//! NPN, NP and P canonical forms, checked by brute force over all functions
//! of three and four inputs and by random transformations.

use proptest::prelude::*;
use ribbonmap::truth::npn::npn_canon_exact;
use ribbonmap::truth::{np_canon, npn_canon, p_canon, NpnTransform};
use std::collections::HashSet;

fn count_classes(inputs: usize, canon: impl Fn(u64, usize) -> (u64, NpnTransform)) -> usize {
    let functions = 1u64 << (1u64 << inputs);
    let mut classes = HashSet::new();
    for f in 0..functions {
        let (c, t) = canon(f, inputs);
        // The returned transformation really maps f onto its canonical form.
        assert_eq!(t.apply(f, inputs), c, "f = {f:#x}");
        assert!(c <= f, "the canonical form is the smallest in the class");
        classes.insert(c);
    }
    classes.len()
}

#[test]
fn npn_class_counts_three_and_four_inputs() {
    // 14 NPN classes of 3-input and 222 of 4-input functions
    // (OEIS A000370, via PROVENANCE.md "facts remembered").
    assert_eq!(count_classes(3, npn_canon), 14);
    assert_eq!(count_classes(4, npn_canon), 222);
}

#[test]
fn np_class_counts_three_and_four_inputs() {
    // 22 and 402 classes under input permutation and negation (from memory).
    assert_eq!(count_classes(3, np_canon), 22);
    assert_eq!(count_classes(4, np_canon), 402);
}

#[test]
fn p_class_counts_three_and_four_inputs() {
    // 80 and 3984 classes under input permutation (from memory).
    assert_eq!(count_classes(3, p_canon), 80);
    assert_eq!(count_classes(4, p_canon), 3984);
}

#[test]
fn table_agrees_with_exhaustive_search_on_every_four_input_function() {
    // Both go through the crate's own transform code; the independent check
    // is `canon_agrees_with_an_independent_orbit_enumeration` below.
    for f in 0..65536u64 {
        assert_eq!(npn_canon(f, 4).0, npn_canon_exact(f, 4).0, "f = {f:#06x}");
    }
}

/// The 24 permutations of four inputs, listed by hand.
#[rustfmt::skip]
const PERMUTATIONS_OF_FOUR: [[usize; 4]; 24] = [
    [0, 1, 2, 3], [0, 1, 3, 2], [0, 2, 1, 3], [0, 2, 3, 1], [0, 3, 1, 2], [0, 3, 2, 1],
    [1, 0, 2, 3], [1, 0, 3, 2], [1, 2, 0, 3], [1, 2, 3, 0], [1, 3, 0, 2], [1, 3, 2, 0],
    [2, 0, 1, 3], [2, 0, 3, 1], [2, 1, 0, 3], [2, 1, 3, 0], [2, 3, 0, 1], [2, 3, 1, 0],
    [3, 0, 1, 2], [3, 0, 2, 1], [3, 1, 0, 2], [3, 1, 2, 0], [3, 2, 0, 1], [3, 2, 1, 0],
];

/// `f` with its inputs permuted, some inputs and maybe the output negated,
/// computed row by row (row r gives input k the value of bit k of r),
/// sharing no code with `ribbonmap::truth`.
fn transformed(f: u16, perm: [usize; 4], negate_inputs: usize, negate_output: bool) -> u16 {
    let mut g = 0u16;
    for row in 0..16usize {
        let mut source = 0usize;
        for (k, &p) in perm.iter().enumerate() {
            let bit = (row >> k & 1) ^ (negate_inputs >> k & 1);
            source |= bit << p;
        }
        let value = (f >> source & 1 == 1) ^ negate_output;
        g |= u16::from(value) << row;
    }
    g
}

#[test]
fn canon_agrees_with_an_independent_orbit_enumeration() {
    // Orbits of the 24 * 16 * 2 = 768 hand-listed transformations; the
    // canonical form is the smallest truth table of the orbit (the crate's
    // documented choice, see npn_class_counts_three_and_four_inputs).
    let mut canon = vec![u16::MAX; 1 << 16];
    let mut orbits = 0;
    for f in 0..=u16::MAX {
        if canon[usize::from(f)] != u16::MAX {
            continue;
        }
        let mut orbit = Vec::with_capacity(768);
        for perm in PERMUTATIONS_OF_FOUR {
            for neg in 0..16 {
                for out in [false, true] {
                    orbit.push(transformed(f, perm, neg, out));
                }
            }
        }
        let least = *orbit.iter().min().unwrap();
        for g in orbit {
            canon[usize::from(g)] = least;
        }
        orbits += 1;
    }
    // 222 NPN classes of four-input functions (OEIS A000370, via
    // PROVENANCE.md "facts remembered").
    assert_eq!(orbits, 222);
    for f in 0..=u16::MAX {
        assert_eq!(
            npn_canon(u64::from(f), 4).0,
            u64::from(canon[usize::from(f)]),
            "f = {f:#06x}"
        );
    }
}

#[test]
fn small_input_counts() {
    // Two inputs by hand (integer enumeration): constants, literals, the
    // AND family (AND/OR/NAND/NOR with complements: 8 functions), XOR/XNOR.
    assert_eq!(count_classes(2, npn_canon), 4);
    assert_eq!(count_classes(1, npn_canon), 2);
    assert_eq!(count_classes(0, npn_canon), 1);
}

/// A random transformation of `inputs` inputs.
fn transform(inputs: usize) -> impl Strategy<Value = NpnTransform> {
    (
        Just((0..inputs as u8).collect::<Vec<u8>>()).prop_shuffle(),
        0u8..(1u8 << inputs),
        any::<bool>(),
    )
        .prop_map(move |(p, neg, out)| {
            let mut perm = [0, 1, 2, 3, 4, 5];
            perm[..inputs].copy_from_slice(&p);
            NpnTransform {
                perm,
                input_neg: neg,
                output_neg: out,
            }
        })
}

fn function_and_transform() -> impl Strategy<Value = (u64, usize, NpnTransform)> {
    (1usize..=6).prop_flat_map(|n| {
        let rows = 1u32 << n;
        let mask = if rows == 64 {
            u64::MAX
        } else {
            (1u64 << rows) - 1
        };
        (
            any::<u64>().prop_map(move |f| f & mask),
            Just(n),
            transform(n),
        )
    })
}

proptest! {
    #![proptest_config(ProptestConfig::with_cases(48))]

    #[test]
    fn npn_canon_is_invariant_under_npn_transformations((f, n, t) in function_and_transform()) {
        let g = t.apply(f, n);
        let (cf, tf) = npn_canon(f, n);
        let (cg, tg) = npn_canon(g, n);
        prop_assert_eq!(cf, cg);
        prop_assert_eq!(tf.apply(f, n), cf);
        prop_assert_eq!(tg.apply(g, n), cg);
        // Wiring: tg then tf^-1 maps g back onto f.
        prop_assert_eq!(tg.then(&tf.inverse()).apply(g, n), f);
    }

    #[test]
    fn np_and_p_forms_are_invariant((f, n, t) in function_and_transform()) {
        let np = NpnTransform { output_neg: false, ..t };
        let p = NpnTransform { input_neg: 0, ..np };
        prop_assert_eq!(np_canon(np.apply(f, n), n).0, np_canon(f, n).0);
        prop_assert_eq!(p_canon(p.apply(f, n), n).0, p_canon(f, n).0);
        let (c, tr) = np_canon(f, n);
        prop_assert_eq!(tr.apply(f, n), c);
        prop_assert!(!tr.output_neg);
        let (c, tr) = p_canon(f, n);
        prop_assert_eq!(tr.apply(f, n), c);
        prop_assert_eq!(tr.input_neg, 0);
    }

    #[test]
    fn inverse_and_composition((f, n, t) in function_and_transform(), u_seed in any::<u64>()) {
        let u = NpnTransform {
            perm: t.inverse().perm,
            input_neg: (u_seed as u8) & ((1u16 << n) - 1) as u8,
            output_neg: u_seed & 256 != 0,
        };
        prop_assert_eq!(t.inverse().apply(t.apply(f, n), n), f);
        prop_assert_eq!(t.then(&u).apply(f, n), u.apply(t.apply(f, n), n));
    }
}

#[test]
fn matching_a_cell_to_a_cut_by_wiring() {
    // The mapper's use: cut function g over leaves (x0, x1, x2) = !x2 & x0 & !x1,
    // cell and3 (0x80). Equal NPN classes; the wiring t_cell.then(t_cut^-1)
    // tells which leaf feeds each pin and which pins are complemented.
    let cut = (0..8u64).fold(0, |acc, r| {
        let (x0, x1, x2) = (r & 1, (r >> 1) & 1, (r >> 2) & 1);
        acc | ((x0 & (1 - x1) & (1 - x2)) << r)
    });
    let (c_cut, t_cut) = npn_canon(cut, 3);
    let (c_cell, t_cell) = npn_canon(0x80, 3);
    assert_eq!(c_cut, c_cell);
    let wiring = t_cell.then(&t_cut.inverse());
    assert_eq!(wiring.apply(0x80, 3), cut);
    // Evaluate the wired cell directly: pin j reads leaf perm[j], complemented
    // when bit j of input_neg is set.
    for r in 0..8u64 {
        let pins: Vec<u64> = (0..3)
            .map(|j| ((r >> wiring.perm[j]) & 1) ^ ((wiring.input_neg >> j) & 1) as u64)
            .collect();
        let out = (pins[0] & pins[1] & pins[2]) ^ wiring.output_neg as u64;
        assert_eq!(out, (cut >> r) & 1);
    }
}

...

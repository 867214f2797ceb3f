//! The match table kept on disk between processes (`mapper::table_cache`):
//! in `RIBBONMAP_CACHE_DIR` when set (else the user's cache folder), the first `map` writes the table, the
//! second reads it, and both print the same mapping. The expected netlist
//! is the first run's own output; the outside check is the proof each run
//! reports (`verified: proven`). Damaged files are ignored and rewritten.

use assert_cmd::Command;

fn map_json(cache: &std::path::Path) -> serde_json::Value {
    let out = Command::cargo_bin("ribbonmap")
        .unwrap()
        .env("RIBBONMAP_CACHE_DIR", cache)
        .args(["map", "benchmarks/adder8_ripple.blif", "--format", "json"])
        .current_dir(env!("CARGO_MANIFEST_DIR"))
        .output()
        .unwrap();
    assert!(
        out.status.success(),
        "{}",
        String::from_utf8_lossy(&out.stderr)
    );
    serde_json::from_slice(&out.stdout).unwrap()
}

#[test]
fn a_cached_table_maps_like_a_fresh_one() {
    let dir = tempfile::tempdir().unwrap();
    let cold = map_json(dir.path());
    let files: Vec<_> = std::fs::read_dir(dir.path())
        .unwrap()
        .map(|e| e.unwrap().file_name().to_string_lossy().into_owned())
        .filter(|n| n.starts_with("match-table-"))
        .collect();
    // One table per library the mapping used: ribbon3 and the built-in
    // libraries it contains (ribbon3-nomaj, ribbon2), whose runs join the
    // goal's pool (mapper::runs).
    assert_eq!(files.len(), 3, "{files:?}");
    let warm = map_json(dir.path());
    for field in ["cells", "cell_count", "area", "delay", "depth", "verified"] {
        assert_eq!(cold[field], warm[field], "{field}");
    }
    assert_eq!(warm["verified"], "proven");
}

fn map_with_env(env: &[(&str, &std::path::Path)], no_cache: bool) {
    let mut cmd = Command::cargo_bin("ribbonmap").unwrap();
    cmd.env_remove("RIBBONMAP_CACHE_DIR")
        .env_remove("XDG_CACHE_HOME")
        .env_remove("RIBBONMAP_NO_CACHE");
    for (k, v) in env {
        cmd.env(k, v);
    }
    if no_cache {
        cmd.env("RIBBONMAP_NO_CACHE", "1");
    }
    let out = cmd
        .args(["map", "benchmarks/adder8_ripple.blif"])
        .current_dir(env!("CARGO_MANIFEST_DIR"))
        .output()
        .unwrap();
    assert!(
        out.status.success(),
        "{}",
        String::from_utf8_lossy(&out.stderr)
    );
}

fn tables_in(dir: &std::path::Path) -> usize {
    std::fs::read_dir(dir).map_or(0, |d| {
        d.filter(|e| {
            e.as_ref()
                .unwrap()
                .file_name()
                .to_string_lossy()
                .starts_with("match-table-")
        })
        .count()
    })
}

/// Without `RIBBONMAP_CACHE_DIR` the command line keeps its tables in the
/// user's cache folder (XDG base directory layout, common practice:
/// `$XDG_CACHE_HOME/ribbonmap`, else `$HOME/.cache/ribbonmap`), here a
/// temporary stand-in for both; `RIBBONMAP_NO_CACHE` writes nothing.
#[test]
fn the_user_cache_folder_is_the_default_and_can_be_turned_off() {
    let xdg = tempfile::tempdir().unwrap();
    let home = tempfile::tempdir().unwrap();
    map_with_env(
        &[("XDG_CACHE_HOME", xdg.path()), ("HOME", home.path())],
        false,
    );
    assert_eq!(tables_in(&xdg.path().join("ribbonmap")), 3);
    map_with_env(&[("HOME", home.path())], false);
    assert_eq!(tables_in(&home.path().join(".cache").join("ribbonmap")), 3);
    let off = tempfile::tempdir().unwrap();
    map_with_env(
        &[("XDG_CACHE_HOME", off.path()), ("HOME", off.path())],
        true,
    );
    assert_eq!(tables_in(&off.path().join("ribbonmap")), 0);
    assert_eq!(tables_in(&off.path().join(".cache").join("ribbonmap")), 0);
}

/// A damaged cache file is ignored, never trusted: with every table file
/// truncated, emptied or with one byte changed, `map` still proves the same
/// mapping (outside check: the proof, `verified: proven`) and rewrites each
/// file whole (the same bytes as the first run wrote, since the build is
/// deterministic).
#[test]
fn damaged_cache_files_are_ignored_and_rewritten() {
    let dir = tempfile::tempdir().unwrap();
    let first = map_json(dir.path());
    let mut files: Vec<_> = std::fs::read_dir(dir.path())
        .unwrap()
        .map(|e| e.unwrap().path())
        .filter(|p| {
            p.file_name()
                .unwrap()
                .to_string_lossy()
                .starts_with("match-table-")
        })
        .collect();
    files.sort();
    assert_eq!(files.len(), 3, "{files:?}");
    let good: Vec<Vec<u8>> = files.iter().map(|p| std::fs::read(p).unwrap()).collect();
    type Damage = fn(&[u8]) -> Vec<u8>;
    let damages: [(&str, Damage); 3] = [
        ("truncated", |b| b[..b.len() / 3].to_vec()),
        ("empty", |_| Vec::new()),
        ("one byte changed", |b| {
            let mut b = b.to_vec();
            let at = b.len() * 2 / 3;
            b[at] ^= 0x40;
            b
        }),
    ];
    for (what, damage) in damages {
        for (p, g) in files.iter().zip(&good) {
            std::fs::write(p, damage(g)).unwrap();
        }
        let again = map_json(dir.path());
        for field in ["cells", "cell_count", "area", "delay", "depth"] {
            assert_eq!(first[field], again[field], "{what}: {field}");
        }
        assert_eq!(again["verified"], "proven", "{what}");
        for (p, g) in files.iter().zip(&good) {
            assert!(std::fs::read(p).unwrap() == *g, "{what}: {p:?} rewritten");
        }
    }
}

- _INSTRUCTIONS TO FOLLOW_:
A line belongs in the answer if it contains the word "functions"; please copy each such line from the material.

- _PROBLEM SOLUTION_:
//! NPN, NP and P canonical forms, checked by brute force over all functions
    let functions = 1u64 << (1u64 << inputs);
    for f in 0..functions {
    // 14 NPN classes of 3-input and 222 of 4-input functions
    // 222 NPN classes of four-input functions (OEIS A000370, via
    // AND family (AND/OR/NAND/NOR with complements: 8 functions), XOR/XNOR.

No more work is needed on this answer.